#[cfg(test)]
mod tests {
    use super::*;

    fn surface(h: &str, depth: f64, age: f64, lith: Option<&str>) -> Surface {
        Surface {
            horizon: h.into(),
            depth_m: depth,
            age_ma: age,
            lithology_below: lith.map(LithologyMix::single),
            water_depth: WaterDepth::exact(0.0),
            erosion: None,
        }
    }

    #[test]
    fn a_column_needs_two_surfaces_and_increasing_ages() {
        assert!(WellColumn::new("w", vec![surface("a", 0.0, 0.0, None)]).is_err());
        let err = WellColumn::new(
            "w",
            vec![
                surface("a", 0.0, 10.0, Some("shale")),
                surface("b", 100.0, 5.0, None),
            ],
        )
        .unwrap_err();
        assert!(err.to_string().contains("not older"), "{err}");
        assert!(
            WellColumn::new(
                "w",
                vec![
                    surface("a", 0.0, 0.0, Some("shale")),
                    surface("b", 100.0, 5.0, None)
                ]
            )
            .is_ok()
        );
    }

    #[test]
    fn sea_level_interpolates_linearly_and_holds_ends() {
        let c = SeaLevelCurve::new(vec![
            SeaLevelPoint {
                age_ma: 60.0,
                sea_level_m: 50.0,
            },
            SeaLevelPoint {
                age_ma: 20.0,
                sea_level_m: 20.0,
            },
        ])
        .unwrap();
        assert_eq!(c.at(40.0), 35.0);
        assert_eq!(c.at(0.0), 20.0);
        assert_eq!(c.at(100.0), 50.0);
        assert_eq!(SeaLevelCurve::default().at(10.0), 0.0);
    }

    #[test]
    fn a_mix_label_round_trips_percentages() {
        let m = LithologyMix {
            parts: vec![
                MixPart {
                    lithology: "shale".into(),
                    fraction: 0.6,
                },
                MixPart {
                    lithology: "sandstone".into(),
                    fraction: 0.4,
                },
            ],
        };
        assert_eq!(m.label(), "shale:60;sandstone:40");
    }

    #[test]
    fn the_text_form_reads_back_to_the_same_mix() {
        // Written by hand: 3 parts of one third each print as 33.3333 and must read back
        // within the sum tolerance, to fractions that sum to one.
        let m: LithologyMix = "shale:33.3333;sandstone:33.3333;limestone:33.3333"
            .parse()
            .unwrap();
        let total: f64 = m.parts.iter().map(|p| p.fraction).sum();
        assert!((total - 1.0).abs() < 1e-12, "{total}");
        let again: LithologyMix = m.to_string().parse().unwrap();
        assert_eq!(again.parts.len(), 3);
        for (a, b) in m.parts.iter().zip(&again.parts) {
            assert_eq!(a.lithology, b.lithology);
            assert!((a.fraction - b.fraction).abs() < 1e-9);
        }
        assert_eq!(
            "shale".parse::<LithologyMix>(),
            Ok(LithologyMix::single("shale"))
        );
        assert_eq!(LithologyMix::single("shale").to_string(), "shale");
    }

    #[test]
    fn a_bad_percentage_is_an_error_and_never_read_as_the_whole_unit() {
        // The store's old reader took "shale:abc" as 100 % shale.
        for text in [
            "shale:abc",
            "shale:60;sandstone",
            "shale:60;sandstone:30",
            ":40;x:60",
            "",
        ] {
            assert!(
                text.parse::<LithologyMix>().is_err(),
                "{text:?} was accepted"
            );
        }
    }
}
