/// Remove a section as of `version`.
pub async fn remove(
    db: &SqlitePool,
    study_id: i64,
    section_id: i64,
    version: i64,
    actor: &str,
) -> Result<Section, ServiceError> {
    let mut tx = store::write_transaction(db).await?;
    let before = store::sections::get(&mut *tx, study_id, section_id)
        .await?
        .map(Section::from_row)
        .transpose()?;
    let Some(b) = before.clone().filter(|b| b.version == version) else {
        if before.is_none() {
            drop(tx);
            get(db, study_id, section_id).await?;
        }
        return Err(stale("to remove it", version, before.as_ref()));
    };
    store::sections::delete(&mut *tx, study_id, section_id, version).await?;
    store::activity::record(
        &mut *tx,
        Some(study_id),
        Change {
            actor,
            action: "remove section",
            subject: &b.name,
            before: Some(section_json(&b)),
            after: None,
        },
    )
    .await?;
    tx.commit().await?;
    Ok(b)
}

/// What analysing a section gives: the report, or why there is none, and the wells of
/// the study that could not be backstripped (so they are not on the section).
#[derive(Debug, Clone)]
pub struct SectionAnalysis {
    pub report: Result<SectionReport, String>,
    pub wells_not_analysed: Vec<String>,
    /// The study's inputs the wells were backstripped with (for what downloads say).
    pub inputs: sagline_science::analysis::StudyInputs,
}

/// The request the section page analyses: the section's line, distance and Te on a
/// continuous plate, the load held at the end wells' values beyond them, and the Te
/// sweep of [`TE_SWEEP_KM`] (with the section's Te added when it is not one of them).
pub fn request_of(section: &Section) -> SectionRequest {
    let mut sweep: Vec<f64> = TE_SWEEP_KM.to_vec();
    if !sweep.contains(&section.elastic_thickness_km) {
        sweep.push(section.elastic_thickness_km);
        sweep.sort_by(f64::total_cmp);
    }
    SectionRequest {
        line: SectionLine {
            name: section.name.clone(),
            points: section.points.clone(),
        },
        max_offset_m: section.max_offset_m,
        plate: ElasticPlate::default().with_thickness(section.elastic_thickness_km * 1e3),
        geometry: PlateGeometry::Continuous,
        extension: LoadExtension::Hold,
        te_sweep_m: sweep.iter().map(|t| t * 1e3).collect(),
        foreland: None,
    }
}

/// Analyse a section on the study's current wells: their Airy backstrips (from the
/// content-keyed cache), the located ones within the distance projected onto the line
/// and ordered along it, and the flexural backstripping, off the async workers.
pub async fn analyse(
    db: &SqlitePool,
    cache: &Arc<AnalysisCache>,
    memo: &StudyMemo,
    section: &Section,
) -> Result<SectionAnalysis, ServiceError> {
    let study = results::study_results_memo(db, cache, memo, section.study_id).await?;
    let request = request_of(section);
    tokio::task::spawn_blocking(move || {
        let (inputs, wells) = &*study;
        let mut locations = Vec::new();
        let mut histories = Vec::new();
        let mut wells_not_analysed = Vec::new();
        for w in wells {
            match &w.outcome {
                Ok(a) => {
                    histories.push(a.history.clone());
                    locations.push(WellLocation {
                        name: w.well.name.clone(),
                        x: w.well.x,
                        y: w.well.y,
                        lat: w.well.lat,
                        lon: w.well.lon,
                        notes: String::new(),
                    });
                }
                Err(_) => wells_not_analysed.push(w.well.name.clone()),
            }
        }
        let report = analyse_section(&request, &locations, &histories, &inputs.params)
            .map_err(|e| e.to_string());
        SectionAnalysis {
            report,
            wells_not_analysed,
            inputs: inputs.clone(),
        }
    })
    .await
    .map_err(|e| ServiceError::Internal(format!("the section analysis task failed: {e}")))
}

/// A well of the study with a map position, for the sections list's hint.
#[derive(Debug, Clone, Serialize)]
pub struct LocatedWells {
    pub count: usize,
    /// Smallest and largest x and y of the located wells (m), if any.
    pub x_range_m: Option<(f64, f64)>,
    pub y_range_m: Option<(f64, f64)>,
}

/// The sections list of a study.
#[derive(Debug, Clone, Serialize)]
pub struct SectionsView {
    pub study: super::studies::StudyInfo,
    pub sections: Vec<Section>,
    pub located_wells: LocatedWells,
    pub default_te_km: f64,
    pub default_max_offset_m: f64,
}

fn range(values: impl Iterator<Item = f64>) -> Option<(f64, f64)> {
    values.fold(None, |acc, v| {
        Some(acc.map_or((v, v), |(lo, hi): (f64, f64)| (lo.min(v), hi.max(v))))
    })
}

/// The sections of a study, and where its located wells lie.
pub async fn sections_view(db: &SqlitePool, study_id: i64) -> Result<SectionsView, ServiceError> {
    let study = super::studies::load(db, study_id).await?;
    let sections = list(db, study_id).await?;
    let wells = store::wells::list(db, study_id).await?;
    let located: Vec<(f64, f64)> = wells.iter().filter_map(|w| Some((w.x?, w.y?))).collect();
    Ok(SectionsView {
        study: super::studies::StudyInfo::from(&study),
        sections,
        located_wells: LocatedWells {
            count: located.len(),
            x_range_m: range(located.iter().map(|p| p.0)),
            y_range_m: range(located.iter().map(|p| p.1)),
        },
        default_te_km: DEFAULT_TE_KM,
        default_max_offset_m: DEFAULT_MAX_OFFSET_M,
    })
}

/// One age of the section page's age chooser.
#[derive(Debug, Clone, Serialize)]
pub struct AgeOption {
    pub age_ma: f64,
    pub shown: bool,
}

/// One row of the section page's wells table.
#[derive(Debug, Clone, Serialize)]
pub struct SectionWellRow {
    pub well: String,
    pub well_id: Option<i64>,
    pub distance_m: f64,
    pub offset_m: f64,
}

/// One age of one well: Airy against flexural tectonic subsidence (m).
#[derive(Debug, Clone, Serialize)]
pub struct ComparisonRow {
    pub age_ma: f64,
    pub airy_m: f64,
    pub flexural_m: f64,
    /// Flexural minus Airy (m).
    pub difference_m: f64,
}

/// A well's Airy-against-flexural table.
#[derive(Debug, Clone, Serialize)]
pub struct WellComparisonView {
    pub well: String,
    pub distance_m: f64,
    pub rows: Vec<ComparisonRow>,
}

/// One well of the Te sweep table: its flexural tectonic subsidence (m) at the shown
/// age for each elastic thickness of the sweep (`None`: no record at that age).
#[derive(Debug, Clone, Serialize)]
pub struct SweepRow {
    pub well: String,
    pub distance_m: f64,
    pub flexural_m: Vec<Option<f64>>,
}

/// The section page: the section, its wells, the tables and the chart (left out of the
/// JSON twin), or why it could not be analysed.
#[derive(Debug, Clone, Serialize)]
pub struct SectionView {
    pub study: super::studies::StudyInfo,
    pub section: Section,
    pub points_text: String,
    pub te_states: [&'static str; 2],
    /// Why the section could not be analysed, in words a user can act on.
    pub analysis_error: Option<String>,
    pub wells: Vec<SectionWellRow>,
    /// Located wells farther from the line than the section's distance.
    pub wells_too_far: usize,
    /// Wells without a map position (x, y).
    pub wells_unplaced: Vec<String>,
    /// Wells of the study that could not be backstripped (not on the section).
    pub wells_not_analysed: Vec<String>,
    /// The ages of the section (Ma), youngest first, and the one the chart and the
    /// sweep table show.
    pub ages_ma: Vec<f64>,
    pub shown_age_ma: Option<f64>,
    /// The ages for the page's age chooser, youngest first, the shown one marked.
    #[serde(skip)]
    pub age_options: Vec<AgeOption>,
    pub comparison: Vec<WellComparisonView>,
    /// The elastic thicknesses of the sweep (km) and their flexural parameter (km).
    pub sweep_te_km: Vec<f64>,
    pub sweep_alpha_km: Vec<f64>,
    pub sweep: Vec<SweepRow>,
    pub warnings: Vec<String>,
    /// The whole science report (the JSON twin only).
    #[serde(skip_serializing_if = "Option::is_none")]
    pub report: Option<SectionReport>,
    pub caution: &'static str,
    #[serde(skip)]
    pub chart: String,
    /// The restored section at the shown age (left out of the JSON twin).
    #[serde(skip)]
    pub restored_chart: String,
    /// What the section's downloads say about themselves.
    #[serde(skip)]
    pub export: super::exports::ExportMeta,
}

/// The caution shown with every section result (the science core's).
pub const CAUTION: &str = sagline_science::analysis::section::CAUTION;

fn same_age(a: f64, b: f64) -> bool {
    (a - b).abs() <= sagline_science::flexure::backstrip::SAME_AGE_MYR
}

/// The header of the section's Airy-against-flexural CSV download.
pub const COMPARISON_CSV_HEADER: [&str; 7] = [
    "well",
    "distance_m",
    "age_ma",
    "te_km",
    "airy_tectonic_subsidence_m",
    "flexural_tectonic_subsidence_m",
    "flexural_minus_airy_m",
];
┄┄┄┄┄┄┄┄┄┄
* [Your objective] The answer must hold only the lines from the first line of the data through the line bearing "0.0, 0.0, None)]).is_err());", returned exactly.

* [Answer to this problem]
#[cfg(test)]
mod tests {
    use super::*;

    fn surface(h: &str, depth: f64, age: f64, lith: Option<&str>) -> Surface {
        Surface {
            horizon: h.into(),
            depth_m: depth,
            age_ma: age,
            lithology_below: lith.map(LithologyMix::single),
            water_depth: WaterDepth::exact(0.0),
            erosion: None,
        }
    }

    #[test]
    fn a_column_needs_two_surfaces_and_increasing_ages() {
        assert!(WellColumn::new("w", vec![surface("a", 0.0, 0.0, None)]).is_err());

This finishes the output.